→ Exercise details: Nothing may be changed. Give the entries below again exactly.

→ Supplied data:
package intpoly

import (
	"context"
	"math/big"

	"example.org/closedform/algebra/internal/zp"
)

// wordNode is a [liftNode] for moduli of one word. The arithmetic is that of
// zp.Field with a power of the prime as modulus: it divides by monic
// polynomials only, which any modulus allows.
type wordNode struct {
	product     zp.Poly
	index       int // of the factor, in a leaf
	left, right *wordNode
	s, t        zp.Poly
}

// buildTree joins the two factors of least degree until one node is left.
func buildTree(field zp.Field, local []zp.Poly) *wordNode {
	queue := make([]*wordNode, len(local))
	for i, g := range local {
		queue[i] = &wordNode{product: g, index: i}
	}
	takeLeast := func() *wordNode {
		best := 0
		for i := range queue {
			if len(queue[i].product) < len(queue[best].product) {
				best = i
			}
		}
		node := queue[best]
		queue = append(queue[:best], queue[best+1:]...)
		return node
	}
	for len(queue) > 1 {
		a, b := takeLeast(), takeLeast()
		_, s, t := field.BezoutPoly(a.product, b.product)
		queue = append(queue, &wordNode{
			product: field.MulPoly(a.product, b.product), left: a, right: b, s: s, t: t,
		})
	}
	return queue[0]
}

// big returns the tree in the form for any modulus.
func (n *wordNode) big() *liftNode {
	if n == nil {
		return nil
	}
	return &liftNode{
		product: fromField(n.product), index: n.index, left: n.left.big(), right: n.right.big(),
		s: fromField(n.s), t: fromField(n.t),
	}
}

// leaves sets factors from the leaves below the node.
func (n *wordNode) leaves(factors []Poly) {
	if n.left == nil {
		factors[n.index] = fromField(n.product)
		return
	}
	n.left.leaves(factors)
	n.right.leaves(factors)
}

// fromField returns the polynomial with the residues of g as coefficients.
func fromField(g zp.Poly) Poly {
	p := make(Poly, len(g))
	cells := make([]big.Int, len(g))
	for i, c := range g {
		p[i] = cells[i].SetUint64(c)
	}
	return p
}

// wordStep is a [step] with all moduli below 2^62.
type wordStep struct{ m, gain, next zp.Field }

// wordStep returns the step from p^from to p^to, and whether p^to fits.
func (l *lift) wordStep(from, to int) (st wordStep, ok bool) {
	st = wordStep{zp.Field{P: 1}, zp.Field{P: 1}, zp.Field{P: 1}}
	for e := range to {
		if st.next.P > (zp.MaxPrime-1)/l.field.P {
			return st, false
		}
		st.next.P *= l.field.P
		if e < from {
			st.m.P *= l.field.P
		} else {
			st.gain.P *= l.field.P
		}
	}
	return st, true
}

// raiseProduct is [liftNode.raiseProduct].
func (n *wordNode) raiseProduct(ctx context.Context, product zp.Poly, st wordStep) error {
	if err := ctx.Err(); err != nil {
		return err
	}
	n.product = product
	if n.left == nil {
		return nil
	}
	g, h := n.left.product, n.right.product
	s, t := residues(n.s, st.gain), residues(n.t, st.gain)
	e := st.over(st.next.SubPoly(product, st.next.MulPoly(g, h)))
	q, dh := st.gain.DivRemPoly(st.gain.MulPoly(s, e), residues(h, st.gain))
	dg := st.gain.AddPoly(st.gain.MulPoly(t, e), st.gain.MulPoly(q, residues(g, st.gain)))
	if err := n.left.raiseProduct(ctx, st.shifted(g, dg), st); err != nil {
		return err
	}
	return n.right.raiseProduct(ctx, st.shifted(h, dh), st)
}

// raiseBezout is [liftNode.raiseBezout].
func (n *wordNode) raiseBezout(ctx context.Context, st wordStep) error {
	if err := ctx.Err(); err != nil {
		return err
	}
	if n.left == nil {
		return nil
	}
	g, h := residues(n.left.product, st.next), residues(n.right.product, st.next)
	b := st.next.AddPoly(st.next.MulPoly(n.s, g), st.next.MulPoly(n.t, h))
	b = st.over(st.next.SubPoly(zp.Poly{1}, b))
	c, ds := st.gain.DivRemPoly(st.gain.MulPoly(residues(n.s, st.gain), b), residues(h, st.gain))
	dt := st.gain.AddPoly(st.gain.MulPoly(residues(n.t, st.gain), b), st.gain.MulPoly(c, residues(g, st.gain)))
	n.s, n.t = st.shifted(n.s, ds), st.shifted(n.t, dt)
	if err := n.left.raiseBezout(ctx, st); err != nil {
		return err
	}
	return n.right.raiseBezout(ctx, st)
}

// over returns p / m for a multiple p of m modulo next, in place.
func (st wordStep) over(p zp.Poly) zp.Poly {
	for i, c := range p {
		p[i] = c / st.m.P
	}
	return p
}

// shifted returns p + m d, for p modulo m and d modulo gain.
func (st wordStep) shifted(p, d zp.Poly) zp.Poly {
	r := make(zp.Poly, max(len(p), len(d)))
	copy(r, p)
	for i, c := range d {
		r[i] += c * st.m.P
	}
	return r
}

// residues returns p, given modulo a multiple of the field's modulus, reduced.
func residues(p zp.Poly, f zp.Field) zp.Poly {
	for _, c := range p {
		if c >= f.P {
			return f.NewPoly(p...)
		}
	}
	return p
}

→ Answer to the problem:
package intpoly

import (
	"context"
	"math/big"

	"example.org/closedform/algebra/internal/zp"
)

// wordNode is a [liftNode] for moduli of one word. The arithmetic is that of
// zp.Field with a power of the prime as modulus: it divides by monic
// polynomials only, which any modulus allows.
type wordNode struct {
	product     zp.Poly
	index       int // of the factor, in a leaf
	left, right *wordNode
	s, t        zp.Poly
}

// buildTree joins the two factors of least degree until one node is left.
func buildTree(field zp.Field, local []zp.Poly) *wordNode {
	queue := make([]*wordNode, len(local))
	for i, g := range local {
		queue[i] = &wordNode{product: g, index: i}
	}
	takeLeast := func() *wordNode {
		best := 0
		for i := range queue {
			if len(queue[i].product) < len(queue[best].product) {
				best = i
			}
		}
		node := queue[best]
		queue = append(queue[:best], queue[best+1:]...)
		return node
	}
	for len(queue) > 1 {
		a, b := takeLeast(), takeLeast()
		_, s, t := field.BezoutPoly(a.product, b.product)
		queue = append(queue, &wordNode{
			product: field.MulPoly(a.product, b.product), left: a, right: b, s: s, t: t,
		})
	}
	return queue[0]
}

// big returns the tree in the form for any modulus.
func (n *wordNode) big() *liftNode {
	if n == nil {
		return nil
	}
	return &liftNode{
		product: fromField(n.product), index: n.index, left: n.left.big(), right: n.right.big(),
		s: fromField(n.s), t: fromField(n.t),
	}
}

// leaves sets factors from the leaves below the node.
func (n *wordNode) leaves(factors []Poly) {
	if n.left == nil {
		factors[n.index] = fromField(n.product)
		return
	}
	n.left.leaves(factors)
	n.right.leaves(factors)
}

// fromField returns the polynomial with the residues of g as coefficients.
func fromField(g zp.Poly) Poly {
	p := make(Poly, len(g))
	cells := make([]big.Int, len(g))
	for i, c := range g {
		p[i] = cells[i].SetUint64(c)
	}
	return p
}

// wordStep is a [step] with all moduli below 2^62.
type wordStep struct{ m, gain, next zp.Field }

// wordStep returns the step from p^from to p^to, and whether p^to fits.
func (l *lift) wordStep(from, to int) (st wordStep, ok bool) {
	st = wordStep{zp.Field{P: 1}, zp.Field{P: 1}, zp.Field{P: 1}}
	for e := range to {
		if st.next.P > (zp.MaxPrime-1)/l.field.P {
			return st, false
		}
		st.next.P *= l.field.P
		if e < from {
			st.m.P *= l.field.P
		} else {
			st.gain.P *= l.field.P
		}
	}
	return st, true
}

// raiseProduct is [liftNode.raiseProduct].
func (n *wordNode) raiseProduct(ctx context.Context, product zp.Poly, st wordStep) error {
	if err := ctx.Err(); err != nil {
		return err
	}
	n.product = product
	if n.left == nil {
		return nil
	}
	g, h := n.left.product, n.right.product
	s, t := residues(n.s, st.gain), residues(n.t, st.gain)
	e := st.over(st.next.SubPoly(product, st.next.MulPoly(g, h)))
	q, dh := st.gain.DivRemPoly(st.gain.MulPoly(s, e), residues(h, st.gain))
	dg := st.gain.AddPoly(st.gain.MulPoly(t, e), st.gain.MulPoly(q, residues(g, st.gain)))
	if err := n.left.raiseProduct(ctx, st.shifted(g, dg), st); err != nil {
		return err
	}
	return n.right.raiseProduct(ctx, st.shifted(h, dh), st)
}

// raiseBezout is [liftNode.raiseBezout].
func (n *wordNode) raiseBezout(ctx context.Context, st wordStep) error {
	if err := ctx.Err(); err != nil {
		return err
	}
	if n.left == nil {
		return nil
	}
	g, h := residues(n.left.product, st.next), residues(n.right.product, st.next)
	b := st.next.AddPoly(st.next.MulPoly(n.s, g), st.next.MulPoly(n.t, h))
	b = st.over(st.next.SubPoly(zp.Poly{1}, b))
	c, ds := st.gain.DivRemPoly(st.gain.MulPoly(residues(n.s, st.gain), b), residues(h, st.gain))
	dt := st.gain.AddPoly(st.gain.MulPoly(residues(n.t, st.gain), b), st.gain.MulPoly(c, residues(g, st.gain)))
	n.s, n.t = st.shifted(n.s, ds), st.shifted(n.t, dt)
	if err := n.left.raiseBezout(ctx, st); err != nil {
		return err
	}
	return n.right.raiseBezout(ctx, st)
}

// over returns p / m for a multiple p of m modulo next, in place.
func (st wordStep) over(p zp.Poly) zp.Poly {
	for i, c := range p {
		p[i] = c / st.m.P
	}
	return p
}

// shifted returns p + m d, for p modulo m and d modulo gain.
func (st wordStep) shifted(p, d zp.Poly) zp.Poly {
	r := make(zp.Poly, max(len(p), len(d)))
	copy(r, p)
	for i, c := range d {
		r[i] += c * st.m.P
	}
	return r
}

// residues returns p, given modulo a multiple of the field's modulus, reduced.
func residues(p zp.Poly, f zp.Field) zp.Poly {
	for _, c := range p {
		if c >= f.P {
			return f.NewPoly(p...)
		}
	}
	return p
}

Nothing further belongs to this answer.